Node Unable to Join The Cluster After Reboot While Pf9-vault Pod Is Down in LTS2 Setup.
Problem
In LTS2 workload cluster, after rebooting worker/master node, the nodes are unable to join the cluster. On the affected node, the nodeletd phase is stuck in first phase - Certificate Generation. There are failed pods in the Management Cluster including Sunpike and Pf9-vault pods.
The nodeletd phase is stuck in cert generation since the communication of the node with pf9-vault service in the management plane for the cert generation is failing.
INDEX NUMBER FILE NAME PHASE STATUS
1 Generate certs / Send signing request to CA failed
2 Prepare configuration
3 Configure Container Runtime
4 Start Container Runtime
5 Network configuration
6 Configure CNI plugin
7 Miscellaneous scripts and checks
8 Configure and start kubelet
9 Configure and start kube-proxy
10 Wait for k8s services and network to be up
11 Apply and validate node taints
12 Apply dynamic kubelet configuration
13 Uncordon node
14 Drain all pods (stop only operation)
15 Configure and start monitoring
Platform9 Kubernetes stack is not running
Environment
- Platform9 Edge Cloud - v5.6 and Higher
Answer
- Observed that the communication between the pf9-vault and the Percona database is failing and the cause is yet to be identified.
- This obstructs the Sunpike pods from coming up which affects the cert generation phase of Nodelet after reboot and when the node tries to join back the cluster.
- The above behaviour was from a limitation in the product's architecture. However, this is fixed in SMCP-5.10+ releases.

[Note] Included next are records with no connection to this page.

import {
  appendBezierCurve,
  beginText,
  clip,
  clipEvenOdd,
  closePath,
  concatTransformationMatrix,
  endPath,
  endText,
  fill as fillPath,
  lineTo,
  moveTo,
  type PDFFont,
  type PDFName,
  type PDFOperator,
  PDFOperator as Operator,
  PDFOperatorNames,
  type PDFPage,
  popGraphicsState,
  pushGraphicsState,
  setDashPattern,
  setFillingRgbColor,
  setFontAndSize,
  setLineCap,
  setLineWidth,
  setStrokingRgbColor,
  setTextMatrix,
  showText,
  stroke as strokePath,
} from 'pdf-lib';
import { rgbOf } from './inks.js';
import { readPath, type Segment } from './svg-path.js';
import type { Typeface, Weight } from './typeface.js';

/** Three decimals of a point are a third of a micrometre; more only makes the file long and its bytes doubtful. */
const tidy = (value: number) => {
  const rounded = Math.round(value * 1000) / 1000;
  return Object.is(rounded, -0) ? 0 : rounded;
};

export interface PathStyle {
  readonly fill?: string;
  readonly stroke?: string;
  readonly strokeWidth?: number;
  readonly evenOdd?: boolean;
  readonly dash?: readonly number[];
  readonly roundCaps?: boolean;
  readonly hatch?: { readonly ink: string; readonly spacing: number; readonly angleDeg: number; readonly strokeWidth: number };
}

/** A page seen from its upper left corner, y downward, as all our layouts count. Colours come as #RRGGBB. */
export class PageCanvas {
  private readonly fontNames = new Map<Weight, PDFName>();
  private readonly operators: PDFOperator[] = [];
  private readonly heightPt: number;

  constructor(
    private readonly page: PDFPage,
    private readonly fonts: Readonly<Record<Weight, PDFFont>>,
    readonly typeface: Typeface,
  ) {
    this.heightPt = page.getHeight();
  }

  /** Writes what was drawn into the page. */
  finish(): void {
    this.page.pushOperators(...this.operators);
    this.operators.length = 0;
  }

  text(text: string, x: number, y: number, sizePt: number, weight: Weight, colour: string, turnDeg = 0): void {
    if (text === '') return;
    const turn = (-turnDeg * Math.PI) / 180;
    const cos = tidy(Math.cos(turn));
    const sin = tidy(Math.sin(turn));
    const { red, green, blue } = rgbOf(colour);
    this.operators.push(
      setFillingRgbColor(tidy(red), tidy(green), tidy(blue)),
      beginText(),
      setFontAndSize(this.fontName(weight), tidy(sizePt)),
      setTextMatrix(cos, sin, tidy(-sin), cos, tidy(x), tidy(this.heightPt - y)),
      showText(this.fonts[weight].encodeText(text)),
      endText(),
    );
  }

  line(x: number, y: number, toX: number, toY: number, thicknessPt: number, colour: string): void {
    const { red, green, blue } = rgbOf(colour);
    this.operators.push(
      setStrokingRgbColor(tidy(red), tidy(green), tidy(blue)),
      setLineWidth(tidy(thicknessPt)),
      moveTo(tidy(x), tidy(this.heightPt - y)),
      lineTo(tidy(toX), tidy(this.heightPt - toY)),
      strokePath(),
    );
  }

  /** A path of its own coordinates, drawn with its origin at x, y and this scale. */
  path(d: string, x: number, y: number, scale: number, style: PathStyle): void {
    const segments = segmentsOf(d);
    if (segments.length === 0) return;
    this.operators.push(pushGraphicsState(), concatTransformationMatrix(tidy6(scale), 0, 0, tidy6(-scale), tidy(x), tidy(this.heightPt - y)));
    if (style.hatch) this.hatch(segments, style.hatch, style.evenOdd === true);
    if (style.fill) {
      const { red, green, blue } = rgbOf(style.fill);
      this.operators.push(setFillingRgbColor(tidy(red), tidy(green), tidy(blue)), ...traced(segments), style.evenOdd ? FILL_EVEN_ODD : fillPath());
    }
    if (style.stroke) {
      const { red, green, blue } = rgbOf(style.stroke);
      this.operators.push(setStrokingRgbColor(tidy(red), tidy(green), tidy(blue)), setLineWidth(tidy(style.strokeWidth ?? 1)));
      if (style.dash) this.operators.push(setDashPattern(style.dash.map(tidy), 0));
      if (style.roundCaps) this.operators.push(setLineCap(1));
      this.operators.push(...traced(segments), strokePath());
    }
    this.operators.push(popGraphicsState());
  }

  /** Parallel lines, cut to the outline. */
  private hatch(segments: readonly Segment[], hatch: NonNullable<PathStyle['hatch']>, evenOdd: boolean): void {
    const { red, green, blue } = rgbOf(hatch.ink);
    const box = boxOf(segments);
    const angle = (hatch.angleDeg * Math.PI) / 180;
    const along = { x: Math.cos(angle), y: Math.sin(angle) };
    const across = { x: -along.y, y: along.x };
    const middle = { x: (box.left + box.right) / 2, y: (box.top + box.bottom) / 2 };
    const reach = Math.hypot(box.right - box.left, box.bottom - box.top) / 2 + hatch.spacing;
    const lines = Math.min(Math.ceil(reach / Math.max(hatch.spacing, 0.5)), 400);
    this.operators.push(pushGraphicsState(), ...traced(segments), evenOdd ? clipEvenOdd() : clip(), endPath());
    this.operators.push(setStrokingRgbColor(tidy(red), tidy(green), tidy(blue)), setLineWidth(tidy(hatch.strokeWidth)));
    for (let line = -lines; line <= lines; line += 1) {
      const from = { x: middle.x + across.x * line * hatch.spacing, y: middle.y + across.y * line * hatch.spacing };
      this.operators.push(
        moveTo(tidy(from.x - along.x * reach), tidy(from.y - along.y * reach)),
        lineTo(tidy(from.x + along.x * reach), tidy(from.y + along.y * reach)),
      );
    }
    this.operators.push(strokePath(), popGraphicsState());
  }

  private fontName(weight: Weight): PDFName {
    const known = this.fontNames.get(weight);
    if (known) return known;
    const name = this.page.node.newFontDictionary(weight === 'bold' ? 'B' : 'R', this.fonts[weight].ref);
    this.fontNames.set(weight, name);
    return name;
  }
}

const FILL_EVEN_ODD = Operator.of(PDFOperatorNames.FillEvenOdd);
const tidy6 = (value: number) => Math.round(value * 1e6) / 1e6;

/** Symbols repeat on every row of a table; their paths are read once. */
const read = new Map<string, readonly Segment[]>();
function segmentsOf(d: string): readonly Segment[] {
  if (d.length > 200) return readPath(d);
  const known = read.get(d);
  if (known) return known;
  const segments = readPath(d);
  if (read.size < 200) read.set(d, segments);
  return segments;
}

function traced(segments: readonly Segment[]): PDFOperator[] {
  return segments.map((segment) => {
    if (segment.to === 'close') return closePath();
    if (segment.to === 'curve') return appendBezierCurve(tidy(segment.x1), tidy(segment.y1), tidy(segment.x2), tidy(segment.y2), tidy(segment.x), tidy(segment.y));
    return segment.to === 'move' ? moveTo(tidy(segment.x), tidy(segment.y)) : lineTo(tidy(segment.x), tidy(segment.y));
  });
}

function boxOf(segments: readonly Segment[]): { left: number; right: number; top: number; bottom: number } {
  const box = { left: Infinity, right: -Infinity, top: Infinity, bottom: -Infinity };
  for (const segment of segments) {
    if (segment.to === 'close') continue;
    box.left = Math.min(box.left, segment.x);
    box.right = Math.max(box.right, segment.x);
    box.top = Math.min(box.top, segment.y);
    box.bottom = Math.max(box.bottom, segment.y);
  }
  return box;
}
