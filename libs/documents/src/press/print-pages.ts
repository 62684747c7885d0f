import { PDFDocument, PDFHexString, PDFName } from 'pdf-lib';
import { type Ink, PAPER_INKS } from './inks.js';
import type { PageFrame, SetPage } from './make-pages.js';
import { PageCanvas } from './page-canvas.js';
import { paintDrawing } from './paint-drawing.js';
import type { Typeface } from './typeface.js';

export interface PaperFacts {
  readonly title: string;
  readonly author: string;
  readonly subject: string;
  /** the moment of issue: the only time the file knows */
  readonly issuedAt: Date;
}

/**
 * Pages to PDF. The same pages give the same bytes: the dates are those of the paper, names inside the
 * file come from a fixed series, and the font's subset grows in reading order.
 */
export async function printPages(pages: readonly SetPage[], frame: PageFrame, facts: PaperFacts, typeface: Typeface): Promise<Uint8Array> {
  const document = await PDFDocument.create({ updateMetadata: false });
  document.setTitle(facts.title, { showInWindowTitleBar: true });
  document.setAuthor(facts.author);
  document.setSubject(facts.subject);
  document.setProducer('Loopbay');
  document.setCreator('Loopbay');
  document.setCreationDate(facts.issuedAt);
  document.setModificationDate(facts.issuedAt);
  document.catalog.set(PDFName.of('Lang'), PDFHexString.fromText('en'));

  document.registerFontkit(typeface.parserFor('regular') as never);
  const regular = await document.embedFont(typeface.bytesOf('regular'), { subset: true, customName: 'LBPREG+DejaVuSans' });
  document.registerFontkit(typeface.parserFor('bold') as never);
  const bold = await document.embedFont(typeface.bytesOf('bold'), { subset: true, customName: 'LBPBLD+DejaVuSans-Bold' });

  for (const { marks } of pages) {
    const page = document.addPage([frame.widthPt, frame.heightPt]);
    const canvas = new PageCanvas(page, { regular, bold }, typeface);
    const colour = (ink: Ink) => PAPER_INKS[ink];
    for (const mark of marks) {
      switch (mark.kind) {
        case 'text':
          canvas.text(mark.text, mark.x, mark.y, mark.sizePt, mark.weight, colour(mark.ink));
          break;
        case 'line':
          canvas.line(mark.x, mark.y, mark.toX, mark.toY, mark.thicknessPt, colour(mark.ink));
          break;
        case 'rect':
          canvas.path(`M0 0H${mark.widthPt}V${mark.heightPt}H0Z`, mark.x, mark.y, 1, {
            ...(mark.fill ? { fill: colour(mark.fill) } : {}),
            ...(mark.stroke ? { stroke: colour(mark.stroke), strokeWidth: mark.thicknessPt ?? 0.7 } : {}),
          });
          break;
        case 'path':
          canvas.path(mark.d, mark.x, mark.y, mark.scale, {
            ...(mark.fill ? { fill: colour(mark.fill) } : {}),
            ...(mark.stroke ? { stroke: colour(mark.stroke), strokeWidth: mark.strokeWidth ?? 1 } : {}),
            ...(mark.evenOdd ? { evenOdd: true } : {}),
          });
          break;
        case 'drawing':
          paintDrawing(canvas, mark.drawing, mark);
          break;
      }
    }
    canvas.finish();
  }
  return document.save({ useObjectStreams: true, addDefaultPage: false, updateFieldAppearances: false });
}
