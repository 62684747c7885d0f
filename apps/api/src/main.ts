import 'reflect-metadata';
import { NestFactory } from '@nestjs/core';
import type { NestFastifyApplication } from '@nestjs/platform-fastify';
import { AppModule } from './app.module.js';
import { ConfigError, readConfig } from './config/config.js';
import { DataFolderBusy, takeDataFolder } from './database/data-folder.js';
import { migrate } from './database/migrate.js';
import { createLogger, PinoNestLogger } from './http/logger.js';
import { createAdapter, setup } from './http/setup.js';

async function start(): Promise<void> {
  const config = readConfig(process.env);
  const logger = createLogger(config.logLevel);
  const folder = takeDataFolder(config.dataDir);
  process.on('exit', () => folder.release());
  const report = await migrate(config.dataDir, new Date().toISOString());
  if (report.applied.length > 0) logger.info({ migrations: report.applied, backup: report.backup }, 'database brought to this version');
  const app = await NestFactory.create<NestFastifyApplication>(AppModule.register(config), createAdapter(logger), { rawBody: true, logger: new PinoNestLogger(logger) });
  await setup(app, config);
  await app.listen(config.port, config.host);
  process.on('unhandledRejection', (reason) => logger.error({ err: reason }, 'a promise was left without an answer'));
  const address = app.getHttpServer().address() as { port: number };
  process.stdout.write(`${JSON.stringify({ ready: true, port: address.port })}\n`);
}

start().catch((error: unknown) => {
  const words = error instanceof ConfigError || error instanceof DataFolderBusy ? error.message : error instanceof Error ? (error.stack ?? error.message) : String(error);
  process.stderr.write(`${words}\n`);
  process.exit(78);
});
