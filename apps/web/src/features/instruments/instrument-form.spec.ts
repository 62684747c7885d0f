import { describe, expect, it } from 'vitest';
import { blankInstrument, instrumentFrom, readInstrument, type InstrumentValues } from './instrument-form.js';

const typed = (text: string) => ({ text, system: 'si' as const });
const filled: InstrumentValues = {
  ...blankInstrument('si'),
  tag: 'W-01',
  kind: 'wattmeter',
  percentOfReading: typed('0,5'),
  percentOfRange: typed('0.2 %'),
  calibratedOn: '2025-11-04',
  dueOn: '2026-11-04',
};

describe('the form of an instrument', () => {
  it('takes percents as the maker prints them, with a comma or a percent sign', () => {
    const { input, problems } = readInstrument(filled);
    expect(problems).toEqual([]);
    expect(input).toMatchObject({ tag: 'W-01', kind: 'wattmeter', percentOfReading: 0.5, percentOfRange: 0.2 });
  });

  it('names each gap once, by its field', () => {
    expect(readInstrument(blankInstrument('si')).problems.map((p) => p.path).sort()).toEqual(['calibratedOn', 'dueOn', 'kind', 'percentOfRange', 'percentOfReading', 'tag']);
  });

  it('refuses a calibration that is due before it was made', () => {
    expect(readInstrument({ ...filled, dueOn: '2025-01-01' }).problems).toEqual([{ path: 'dueOn', message: 'It is due after it was calibrated.' }]);
  });

  it('refuses letters and more than a hundred percent', () => {
    expect(readInstrument({ ...filled, percentOfReading: typed('half') }).problems.map((p) => p.path)).toEqual(['percentOfReading']);
    expect(readInstrument({ ...filled, percentOfReading: typed('250') }).problems.map((p) => p.message)).toEqual(['0 to 100.']);
  });

  it('brings an instrument back as it was kept', () => {
    const { input } = readInstrument(filled);
    expect(readInstrument(instrumentFrom({ ...input, id: 'inst-0001', version: 1, standing: 'in-calibration' }, 'inch-pound')).input).toEqual(input);
  });
});
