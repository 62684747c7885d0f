/** What was typed, as a LIKE pattern that means just that; the statement says ESCAPE '\\'. */
const escaped = (typed: string): string => typed.replace(/[\\%_]/g, (c) => `\\${c}`);

export const startsWith = (typed: string): string => `${escaped(typed)}%`;
export const contains = (typed: string): string => `%${escaped(typed)}%`;
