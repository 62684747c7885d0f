import type { Drawing } from '@libs/drawings';
import type { Ink } from './inks.js';
import type { Mark } from './marks.js';
import type { Weight } from './typeface.js';

/** The signs that stand in a line of text: the verdict marks, and the sign of a figure shown without a judgement. */
export type Sign = 'conforms' | 'does-not-conform' | 'inconclusive' | 'not-valid' | 'shown-not-judged';

/** A piece of a line: words in one hand, or a sign. */
export type Run = { readonly text: string; readonly weight?: Weight; readonly ink?: Ink; readonly sizePt?: number } | { readonly sign: Sign };

export type Align = 'left' | 'right' | 'center';

/** What a layout is made of. It knows nothing of pages: the setter breaks it into them. */
export type Block = TextBlock | GapBlock | RuleBlock | ColumnsBlock | TableBlock | KeepBlock | FrameBlock | DrawingBlock | MarksBlock;

export interface TextBlock {
  readonly kind: 'text';
  readonly runs: readonly Run[];
  readonly sizePt: number;
  readonly align?: Align;
  readonly leading?: number;
  /** stays with what follows: a heading */
  readonly keepWithNext?: boolean;
  /** on a label: no more lines than this, the last one ending in “…” */
  readonly maxLines?: number;
  /** on a label: set smaller, down to this, before it takes a second line */
  readonly smallestPt?: number;
}

export interface GapBlock {
  readonly kind: 'gap';
  readonly heightPt: number;
}

export interface RuleBlock {
  readonly kind: 'rule';
  readonly ink: Ink;
  readonly thicknessPt: number;
}

export interface ColumnsBlock {
  readonly kind: 'columns';
  readonly gapPt: number;
  /** a share of what is left after the fixed ones, or a width in points */
  readonly columns: readonly { readonly share?: number; readonly widthPt?: number; readonly blocks: readonly Block[] }[];
}

export interface TableColumn {
  readonly share?: number;
  readonly widthPt?: number;
  readonly align?: Align;
}

export interface Cell {
  readonly runs: readonly Run[];
  readonly align?: Align;
  /** how many columns it covers; 1 unless told */
  readonly span?: number;
}

export interface TableRow {
  readonly cells: readonly Cell[];
  /** a heavier line above: totals */
  readonly heavy?: boolean;
  /** no line above */
  readonly bare?: boolean;
  readonly keepWithNext?: boolean;
}

export interface TableBlock {
  readonly kind: 'table';
  readonly columns: readonly TableColumn[];
  readonly head: readonly Cell[] | null;
  readonly rows: readonly TableRow[];
  readonly sizePt: number;
  readonly paddingPt?: number;
  readonly gutterPt?: number;
}

/** Not broken over a page where it fits on one. */
export interface KeepBlock {
  readonly kind: 'keep';
  readonly blocks: readonly Block[];
}

export interface FrameBlock {
  readonly kind: 'frame';
  readonly ink: Ink;
  readonly thicknessPt?: number;
  readonly fill?: Ink;
  readonly paddingPt: number;
  readonly blocks: readonly Block[];
}

export interface DrawingBlock {
  readonly kind: 'drawing';
  readonly drawing: Drawing;
  readonly widthPt: number;
  readonly align?: Align;
}

/** Ready marks in a box of their own: the shop's mark, a code. */
export interface MarksBlock {
  readonly kind: 'marks';
  readonly widthPt: number;
  readonly heightPt: number;
  readonly marks: readonly Mark[];
  readonly align?: Align;
}

export const gap = (heightPt: number): GapBlock => ({ kind: 'gap', heightPt });
export const rule = (ink: Ink = 'hair', thicknessPt = 0.5): RuleBlock => ({ kind: 'rule', ink, thicknessPt });
export const keep = (...blocks: readonly Block[]): KeepBlock => ({ kind: 'keep', blocks });
export const words = (text: string, sizePt = 8, ink: Ink = 'text', weight: Weight = 'regular', align: Align = 'left'): TextBlock => ({
  kind: 'text',
  runs: [{ text, ink, weight }],
  sizePt,
  align,
});
export const cell = (text: string, style: { weight?: Weight; ink?: Ink; align?: Align; span?: number } = {}): Cell => ({
  runs: [{ text, ...(style.weight ? { weight: style.weight } : {}), ...(style.ink ? { ink: style.ink } : {}) }],
  ...(style.align ? { align: style.align } : {}),
  ...(style.span ? { span: style.span } : {}),
});
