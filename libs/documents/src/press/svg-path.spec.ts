import { describe, expect, it } from 'vitest';
import { readPath } from './svg-path.js';

describe('reading a path', () => {
  it('reads relative and absolute commands as one', () => {
    expect(readPath('M1 2l3 4h5v-6H1V2z')).toEqual(readPath('M1,2 L4 6 H9 V0 L1 0 L1 2 Z'));
  });

  it('takes further pairs after a move as lines', () => {
    expect(readPath('m1 1 2 0 0 2')).toEqual([
      { to: 'move', x: 1, y: 1 },
      { to: 'line', x: 3, y: 1 },
      { to: 'line', x: 3, y: 3 },
    ]);
  });

  it('draws a quarter circle within 0.03 % of the circle', () => {
    // A cubic with handles of 4/3 tan(π/8) strays at most 0.027 % from the circle (known bound of the four-curve circle).
    const [, curve] = readPath('M100 0A100 100 0 0 1 0 100');
    if (curve?.to !== 'curve') throw new Error('not a curve');
    for (let t = 0; t <= 1; t += 0.05) {
      const u = 1 - t;
      const along = (a: number, b: number, c: number, d: number) => u ** 3 * a + 3 * u * u * t * b + 3 * u * t * t * c + t ** 3 * d;
      const x = along(100, curve.x1, curve.x2, curve.x);
      const y = along(0, curve.y1, curve.y2, curve.y);
      expect(Math.abs(Math.hypot(x, y) - 100)).toBeLessThan(0.03);
    }
  });

  it('goes the long way round where the flag says so, with flags that stand without a space', () => {
    const long = readPath('M10 0A10 10 0 110 10');
    expect(long.filter((segment) => segment.to === 'curve')).toHaveLength(3);
    expect(long.at(-1)).toMatchObject({ x: 0, y: 10 });
  });

  it('widens an arc that is too small to reach its end', () => {
    // Source: SVG 1.1, appendix F.6.6: radii are scaled up until there is exactly one solution, a half circle.
    const arc = readPath('M0 0A1 1 0 0 1 10 0').filter((segment) => segment.to === 'curve');
    expect(Math.min(...arc.map((segment) => segment.y))).toBeCloseTo(-5, 6);
  });

  it('turns a quadratic curve into the cubic that is the same', () => {
    expect(readPath('M0 0Q3 6 6 0')[1]).toEqual({ to: 'curve', x1: 2, y1: 4, x2: 4, y2: 4, x: 6, y: 0 });
  });

  it('refuses a letter that is no command and numbers that are missing', () => {
    expect(() => readPath('M0 0X1 1')).toThrow('not a path command');
    expect(() => readPath('M0 0L1')).toThrow('2 numbers');
  });
});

The JIRA under which this change was tracked is AIR-1097. Another JIRA got fixed as a result of correcting this behaviour, AIR-1091.
Diagnosis
Check the status of the PF9-Sunpike pods, if they are in CrashLoopBackOff state.
$ kubectl get pods -n aks|grep CrashLoopBackOff
pf9-dex-d8f48754c-kvntc 0/1 CrashLoopBackOff 5 3m13s
sunpike-apiserver-b9585b59f-4hj7z 2/3 CrashLoopBackOff 4 3m20s
sunpike-conductor-6c45ccfd88-r4dtl 4/5 CrashLoopBackOff 5 4m27s
sunpike-controller-manager-9d554dc74-cckxz 1/2 CrashLoopBackOff 5 4m17s
sunpike-kube-controllers-b4fbdbcf8-vc9sl 1/2 CrashLoopBackOff 5 4m6s
Pf9-vault pod log:
2023-05-26T15:01:27.743Z [ERROR] secrets.system.system_63b63fbf: error occurred during enable mount: path=pki/ error="path is already in use at pki/"
[mysql] 2023/05/26 15:16:49 packets.go:37: read tcp 10.20.2.234:45758->10.21.2.7:3306: read: connection timed out.
2023-05-26T15:16:49.487Z [ERROR] expiration: error restoring leases: error="failed to scan for leases: list failed at path \"\": failed to execute statement: invalid connection"
2023-05-26T15:16:49.487Z [ERROR] core: shutting down
2023-05-26T15:16:49.487Z [INFO] core: marked as sealed
2023-05-26T15:16:49.487Z [INFO] core: pre-seal teardown starting
2023-05-26T15:16:49.487Z [INFO] rollback: stopping rollback manager
2023-05-26T15:16:49.488Z [INFO] core: pre-seal teardown complete
2023-05-26T15:16:49.488Z [INFO] core: stopping cluster listeners
2023-05-26T15:16:49.488Z [INFO] core.cluster-listener: forwarding rpc listeners stopped
2023-05-26T15:16:49.796Z [INFO] core.cluster-listener: rpc listeners successfully shut down
2023-05-26T15:16:49.796Z [INFO] core: cluster listeners successfully shut down
2023-05-26T15:16:49.796Z [INFO] core: vault is sealed
Workaround
Restarting pf9-vault pod should re-initiate the connection between the Pf9-vault pod and Percona DB, resulting the sunpike pods to be active, and the cert generation should succeed in the Nodeletd cert generation phase.
Additional Information
After the node reboot and nodeleted phases restart, the node is expected to use the existing Kubernetes certificates on the node, for some reason the certs are missing on this node, which is the reason why node has to reach the pf9-vault service in the management plane for certificate generation.
In an ideal case, the node reboot does not need any management plane communication to join back the cluster.